Sesquiterpene lactones from Ambrosia spp. are active against a murine lymphoma cell line by inducing apoptosis and cell cycle arrest.

Toxicol In Vitro

Instituto de Química y Metabolismo del Fármaco - IQUIMEFA (UBA-CONICET), Facultad de Farmacia y Bioquímica, Universidad de Buenos Aires, Junín 956 2nd floor - (ZC: 1113), Ciudad Autónoma de Buenos Aires, Buenos Aires, Argentina; Cátedra de Farmacognosia, Facultad de Farmacia y Bioquímica, Junín 956 2nd floor - (ZC: 1113), Buenos Aires, Argentina.

Published: October 2015

Sesquiterpene lactones (STLs) are natural terpenoid compounds. They have been recognized as antitumor agents. The purpose of this investigation was to explore the antiproliferative effects of psilostachyin, psilostachyin C, peruvin and cumanin on the murine lymphoma cell line BW5147. Cells were treated with the STLs at different concentrations. Tritiated thymidine uptake was employed to determine cell proliferation.
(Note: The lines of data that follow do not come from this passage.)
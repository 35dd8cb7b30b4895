import { Link } from "react-router";
import { METALS } from "@analysis/metals/reading";
import { companyPreferences } from "~/.server/settings/queries/company-settings";
import { requireArea } from "~/.server/guard";
import { homeSummary, stopsForWeekday } from "~/.server/routebook/queries/home-summary";
import { metalOutlookIfReady, type OutlookAnswer } from "~/.server/analytics/queries/metal-outlook";
import { formatChance, OUTLOOK_NAME, OutlookList } from "~/components/analytics/outlook-list";
import { metalMarks } from "~/.server/visits/queries/metal-marks";
import { Stat } from "~/components/stat";
import { MetalBadge } from "~/components/visit/metal-badge";
import { TextLink } from "~/components/text-link";
import { formatCount, formatDate, formatMgL, isoWeekdayIn, weekdayName } from "~/lib/format";
import { METAL_LABELS } from "@analysis/metals/names";
import type { Route } from "./+types/_index";

export const meta: Route.MetaFunction = () => [{ title: "Home · Patina" }];

const GREETING: Record<string, string> = {
  owner: "The company at a glance",
  manager: "Your routes at a glance",
  technician: "Today on your routes",
  analyst: "The record at a glance",
};

export async function loader({ context }: Route.LoaderArgs) {
  const scope = requireArea(context, "home");
  const now = new Date();
  const { thresholds, balanceBand } = await companyPreferences(scope);
  const weekday = isoWeekdayIn(now, scope.timeZone);
  const showsOutlook = scope.role === "owner" || scope.role === "manager" || scope.role === "technician";
  const [summary, stops, outlook] = await Promise.all([
    homeSummary(scope, thresholds, now),
    scope.role === "technician" ? stopsForWeekday(scope, weekday) : Promise.resolve([]),
    showsOutlook ? metalOutlookIfReady(scope, { thresholds, balanceBand }, OUTLOOK_WAIT_MS) : Promise.resolve(null),
  ]);
  const marks = await metalMarks(scope, stops.map((stop) => stop.poolId), thresholds);
  return {
    role: scope.role,
    userName: scope.userName,
    timeZone: scope.timeZone,
    weekday,
    summary,
    stops,
    marks,
    outlook: outlook ? homeOutlook(outlook, scope.role === "technician") : null,
    outlookPending: showsOutlook && !outlook,
  };
}

/** A fresh fit takes seconds; the home page does not wait that long for it. */
const OUTLOOK_WAIT_MS = 1500;

const HOME_OUTLOOK_LENGTH = 8;

/**
 * Owners and managers see the top of the list; a technician sees the pools of
 * their routes in the company's top tenth: the ones to test for metals this week.
 */
function homeOutlook(outlook: OutlookAnswer, technician: boolean) {
  const entries = technician ? outlook.entries.filter((e) => e.flagged) : outlook.entries;
  return { method: outlook.method, methodNote: outlook.methodNote, entries: entries.slice(0, HOME_OUTLOOK_LENGTH), more: Math.max(0, entries.length - HOME_OUTLOOK_LENGTH) };
}

export default function Home({ loaderData }: Route.ComponentProps) {
  const { role, userName, timeZone, weekday, summary, stops, marks, outlook, outlookPending } = loaderData;
  const openTotal = summary.openCases.length;
  return (
    <div className="space-y-8">
      <section>
        <p className="text-sm text-muted">Hello, {userName.split(" ")[0]}</p>
        <h1 className="text-2xl font-semibold tracking-tight">{GREETING[role]}</h1>
      </section>

      {role === "technician" ? (
        <section aria-labelledby="today">
          <h2 id="today" className="mb-3 text-lg font-semibold">
            {weekdayName(weekday)}: {stops.length} {stops.length === 1 ? "pool" : "pools"} to visit
          </h2>
          {stops.length === 0 ? (
            <p className="rounded-xl border border-line bg-white p-4 text-muted">
              None of your routes is served on {weekdayName(weekday)}.
            </p>
          ) : (
            <ul className="divide-y divide-line overflow-hidden rounded-xl border border-line bg-white">
              {stops.map((stop) => (
                <li key={stop.poolId}>
                  <Link to={`/pools/${stop.poolId}`} className="flex items-center justify-between gap-3 px-4 py-3 hover:bg-verdigris-50">
                    <span>
                      <span className="block font-medium">{stop.street}</span>
                      <span className="block text-sm text-muted">
                        {stop.customerName} · {stop.neighbourhood ?? "—"} · {stop.routeName}
                      </span>
                      <MetalBadge mark={marks[stop.poolId]} />
                    </span>
                    <span className="text-right text-xs text-muted">last visit {formatDate(stop.lastVisitAt, timeZone)}</span>
                  </Link>
                </li>
              ))}
            </ul>
          )}
        </section>
      ) : null}

      {outlook && role === "technician" ? (
        <section aria-labelledby="metal-tests-due">
          <h2 id="metal-tests-due" className="mb-1 text-lg font-semibold">
            Test for metals this week
          </h2>
          <p className="mb-3 text-sm text-muted">
            Pools on your routes in the company's top tenth of the {OUTLOOK_NAME.toLowerCase()}, with the reason.
          </p>
          {outlook.entries.length === 0 ? (
            <p className="rounded-xl border border-line bg-white p-4 text-muted">None of your pools is in the company's top tenth this week.</p>
          ) : (
            <ul className="divide-y divide-line overflow-hidden rounded-xl border border-line bg-white" data-metal-tests-due>
              {outlook.entries.map((e) => (
                <li key={`${e.poolId}-${e.metal}`} className="px-4 py-3">
                  <Link to={`/pools/${e.poolId}`} className="font-medium text-verdigris-700 underline">
                    {e.street}
                  </Link>
                  <span className="ml-2 text-sm">
                    {METAL_LABELS[e.metal]}
                    {outlook.method === "model" ? `, ${formatChance(e.probability)} in 4 weeks` : ""}
                  </span>
                  <span className="block text-sm text-muted">{e.reasons[0]?.text ?? "Near the company's average"}</span>
                </li>
              ))}
            </ul>
          )}
        </section>
      ) : null}

      {outlookPending ? (
        <p className="rounded-xl border border-line bg-white p-4 text-muted" data-outlook-pending>
          The {OUTLOOK_NAME.toLowerCase()} is being worked out from the record; it shows here on your next visit, or open{" "}
          <TextLink to="/outlook">{OUTLOOK_NAME}</TextLink>.
        </p>
      ) : null}

      <section aria-labelledby="figures">
        <h2 id="figures" className="sr-only">
          Figures
        </h2>
        <dl className="grid grid-cols-2 gap-3 sm:grid-cols-4">
          <Stat label={role === "technician" ? "Pools on your routes" : "Active pools"} value={formatCount(summary.pools)} />
          <Stat label="Routes" value={formatCount(summary.routes)} />
          <Stat label="Water tests on record" value={formatCount(summary.tests)} hint={`last ${formatDate(summary.lastTestAt, timeZone)}`} />
          <Stat label="Tests in the last 30 days" value={formatCount(summary.testsLast30Days)} />
        </dl>
      </section>

      <section aria-labelledby="metal-episodes">
        <h2 id="metal-episodes" className="mb-3 text-lg font-semibold">
          Open metal episodes
        </h2>
        <dl className="mb-4 grid grid-cols-3 gap-3">
          {METALS.map((metal) => (
            <Stat
              key={metal}
              label={METAL_LABELS[metal]}
              value={formatCount(summary.openCasesByMetal[metal])}
              tone={summary.openCasesByMetal[metal] > 0 ? "alert" : "calm"}
            />
          ))}
        </dl>
        {openTotal === 0 ? (
          <p className="rounded-xl border border-line bg-white p-4 text-muted">
            No pool has an open metal episode: every elevated reading has been followed by a clear one.
          </p>
        ) : (
          <div className="overflow-x-auto rounded-xl border border-line bg-white">
            <table className="w-full text-left text-sm">
              <caption className="sr-only">Pools with an open metal episode, latest elevated reading first</caption>
              <thead className="border-b border-line text-muted">
                <tr>
                  <th scope="col" className="px-4 py-2 font-medium">Pool</th>
                  <th scope="col" className="px-4 py-2 font-medium">Metal</th>
                  <th scope="col" className="px-4 py-2 font-medium">Last elevated reading</th>
                </tr>
              </thead>
              <tbody className="divide-y divide-line">
                {summary.openCases.slice(0, 12).map((c) => (
                  <tr key={`${c.poolId}-${c.metal}`}>
                    <td className="px-4 py-2">
                      <TextLink to={`/pools/${c.poolId}`}>{c.street}</TextLink>
                      <span className="block text-xs text-muted">{c.customerName}</span>
                    </td>
                    <td className="px-4 py-2">{METAL_LABELS[c.metal]}</td>
                    <td className="px-4 py-2 tabular-nums">
                      {formatMgL(c.lastElevatedValue)} on {formatDate(c.lastElevatedAt, timeZone)}
                    </td>
                  </tr>
                ))}
              </tbody>
            </table>
            {openTotal > 12 ? <p className="px-4 py-2 text-xs text-muted">and {openTotal - 12} more</p> : null}
          </div>
        )}
        <p className="mt-2 text-xs text-muted">
          Elevated and clear levels are the company's settings (staining levels from common practice, not health limits).
        </p>
      </section>

      {outlook && role !== "technician" ? (
        <section aria-labelledby="outlook">
          <h2 id="outlook" className="mb-1 text-lg font-semibold">
            {OUTLOOK_NAME}: the next four weeks
          </h2>
          <p className="mb-3 text-sm text-muted">{outlook.methodNote}</p>
          <OutlookList entries={outlook.entries} method={outlook.method} timeZone={timeZone} caption={`${OUTLOOK_NAME}: pools most likely to open a metal episode first`} />
          <p className="mt-2 text-sm">
            <TextLink to="/outlook">The whole list and how it did on past seasons</TextLink>
            {outlook.more > 0 ? <span className="text-muted"> ({outlook.more} more)</span> : null}
          </p>
        </section>
      ) : null}
    </div>
  );
}

export { ErrorPanel as ErrorBoundary } from "~/components/error-panel";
MTT assay was used to analyze cell viability. Flow cytometry assay with annexin V-FITC and propidium iodide was employed to evaluate cell death. Reactive oxygen species (ROS), mitochondrial membrane potential and cell cycle analysis were also evaluated by flow cytometry. Antioxidant enzymes activities were determined spectrophotometrically by kinetic assays. Results showed that these STLs inhibited cell proliferation in a concentration-dependent manner by exerting cytotoxicity through apoptosis. Psilostachyin C was the most active and the less toxic compound. This STL induced apoptosis with an impairment in mitochondrial membrane potential. Psilostachyin C was able to induce ROS generation, related to a modulation of the antioxidant enzymes activity. In addition, it induced cell cycle arrest in S phase. In conclusion, psilostachyin C was found to be active against lymphoma cells exerting both cytostatic and cytotoxic effects. These findings may provide a novel approach for lymphoma treatment.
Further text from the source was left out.